The state issue before the federal district court involved a simple application of a basic state rule, specifically the statute of limitations on slander claims. Allowing remand of this claim to state court would have only delayed the inevitable. Michigan's statute of limitations for slander is one year. Mich.Comp.Laws Ann. Sec. 600.5805(7). The Balkwills raised the slander claim in the second amended complaint, more than one year following the alleged conduct. The claim did not arise out of the same conduct on which the Balkwills based their original complaint. Accordingly, the district court properly dismissed the slander claim as untimely. Fed.R.Civ.P. 15(c).
The judgment of the district court is therefore AFFIRMED.
DAVID A. NELSON, Circuit Judge, concurring.
Although I concur in the court's disposition of the appeal and in the opinion, I write separately to offer some additional comments on the significance of the plaintiff-appellants' failure to submit any affidavits in response to the defendant-appellees' motion for dismissal and summary judgment.
In their response to the motion, the defendant-appellees stated that although a magistrate had entered an order allowing discovery to continue until March 1, 1990, "Defendants are unwilling to participate in discovery until Defendants' current Motion is decided." If, pursuant to Rule 56(f), Fed.R.Civ.P., the plaintiff-appellants had submitted an affidavit establishing, "for reasons stated," that they "cannot ... present by affidavit facts essential to justify the ... opposition," I believe it would have been reversible error for the trial court to have entered judgment for the defendants on the union-affiliation claim without ordering a continuance to permit the plaintiffs to take the deposition of defendant Marlinga. As I read the record, however, it contains no adequate explanation of the plaintiffs' failure to depose Mr. Marlinga.
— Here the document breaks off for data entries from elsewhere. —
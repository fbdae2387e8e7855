package dev.yoke.catalog;

import java.io.IOException;
import java.io.InputStream;
import java.nio.charset.StandardCharsets;
import java.nio.file.Path;

/** Two valid versions of a catalog file for the saving tests, and a check that a folder still loads. */
final class CatalogTexts {

    private CatalogTexts() {
    }

    /** The test catalog's motor file, as shipped in the test resources. */
    static String motorsVersionA() throws IOException {
        try (InputStream in = CatalogTexts.class.getResourceAsStream("/store/motors.yaml")) {
            return new String(in.readAllBytes(), StandardCharsets.UTF_8);
        }
    }

    /**
     * Version A with {@code extra} more motors appended (copies of the first under new ids), so the
     * two versions differ in length and a torn write could not pass for either.
     */
    static String motorsVersionB(int extra) throws IOException {
        String a = motorsVersionA();
        int start = a.indexOf("  - id: test-m-small");
        int end = a.indexOf("  - id: test-m-fast");
        String block = a.substring(start, end).stripTrailing() + "\n";
        StringBuilder b = new StringBuilder(a);
        for (int i = 0; i < extra; i++) {
            b.append(block.replace("test-m-small", "test-m-extra-" + i));
        }
        return b.toString();
    }

    /** Fails unless the catalog loader accepts {@code folder} as it is on disk. */
    static void assertLoads(Path folder) {
        try {
            CatalogLoader.load(folder);
        } catch (InputException e) {
            throw new AssertionError("the saved catalog no longer loads:\n" + e.getMessage(), e);
        }
    }
}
The fact that Mr. Marlinga may have been "unwilling" to participate in discovery means nothing. Under Rule 30, Fed.R.Civ.P., the plaintiff-appellants were entitled to take Mr. Marlinga's deposition upon oral examination whether or not he wished to be deposed. The plaintiffs would not even have had to serve Mr. Marlinga with a subpoena; because he was a party, they merely had to give reasonable written notice, pursuant to Rule 30(b), Fed.R.Civ.P., of the time and place for the taking of the deposition. Had Mr. Marlinga failed to appear at the stated time and place, the plaintiff-appellants would have been entitled to have his pleadings stricken. See C. Wright and A. Miller, Federal Practice and Procedure; Civil Sec. 2107, n. 16.
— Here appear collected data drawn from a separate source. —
package dev.yoke.catalog;

import static org.junit.jupiter.api.Assertions.assertEquals;
import static org.junit.jupiter.api.Assertions.assertFalse;
import static org.junit.jupiter.api.Assertions.assertTrue;

import java.util.List;
import java.util.Set;
import java.util.stream.Collectors;
import org.junit.jupiter.api.Test;

/** The field table editors use validates exactly as the loader does. */
class FieldSpecTest {

    @Test
    void motorTableHoldsEveryKeyOfTheFormat() {
        Set<String> keys = PartFields.of(PartKind.MOTOR).stream().map(FieldSpec::key).collect(Collectors.toSet());
        assertEquals(Set.of("id", "label", "nominal_voltage", "resistance", "resistance_temp", "inductance",
                "torque_constant", "back_emf_constant", "speed_constant", "no_load_current", "continuous_current",
                "peak_current", "max_speed", "rotor_inertia", "rth_winding_housing", "rth_housing_ambient",
                "tau_winding", "tau_housing", "max_winding_temp", "brush_drop", "mass", "price"), keys);
    }

    @Test
    void validateReturnsSiValueOrMessage() {
        FieldSpec r = PartFields.find(PartKind.MOTOR, "resistance").orElseThrow();
        FieldResult ok = r.validate("4.7 mΩ");
        assertTrue(ok.ok());
        assertEquals(0.0047, ok.number());
        FieldResult bad = r.validate("-4.7 mOhm");
        assertFalse(bad.ok());
        assertEquals("must be greater than zero, got '-4.7 mOhm'", bad.message());
        assertEquals("expected ohms (Ω, Ohm), got '1 H' (an inductance)", r.validate("1 H").message());
    }

    @Test
    void listFieldsReadCommaSeparatedText() {
        FieldSpec f = PartFields.find(PartKind.BENCH, "pwm_frequencies").orElseThrow();
        assertEquals(List.of(20000.0, 40000.0), f.validate("20 kHz, 40kHz").numbers());
        assertTrue(f.validate("20 kHz, 0 Hz").message().contains("greater than zero"));
    }

    @Test
    void misspeltKeysGetTheClosestKey() {
        assertEquals("resistance", PartFields.suggest(PartKind.MOTOR, "resistence").orElseThrow());
        assertEquals("qgd", PartFields.suggest(PartKind.SWITCH, "Qgd").orElseThrow());
        assertTrue(PartFields.suggest(PartKind.MOTOR, "colour").isEmpty());
    }

    /** Levenshtein's classic example: kitten → sitting needs 3 edits. */
    @Test
    void editDistanceMatchesTheTextbookExample() {
        assertEquals(3, EditDistance.between("kitten", "sitting"));
        assertEquals(0, EditDistance.between("", ""));
        assertEquals(4, EditDistance.between("", "abcd"));
    }

    @Test
    void requiredFieldsHaveNoDefaultAndOptionalOnesSayTheirs() {
        for (PartKind kind : PartKind.values()) {
            for (FieldSpec f : PartFields.of(kind)) {
                if (f.required()) {
                    assertEquals("", f.defaultText(), f.key());
                    assertEquals(null, f.defaultValue(), f.key());
                }
            }
        }
        assertEquals("20 degC", PartFields.find(PartKind.MOTOR, "resistance_temp").orElseThrow().defaultText());
    }
}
The record does not indicate that the plaintiff-appellants ever gave notice of Mr. Marlinga's deposition, and they clearly failed to make the kind of showing required by Rule 56(f). See Emmons v. McLaughlin, 874 F.2d 351, 356-57 (6th Cir.1989) ("Appellant bore the burden," under Rule 56(f), "to demonstrate to the district court 'for reasons stated' why he could not oppose the summary judgment motion by affidavit and how postponement of a ruling on the motion would enable him to rebut Appellee's showing of the absence of a genuine issue of fact.") Absent compliance with Rule 56(f), this court, in my view, has no alternative but to take the action described in the court's opinion.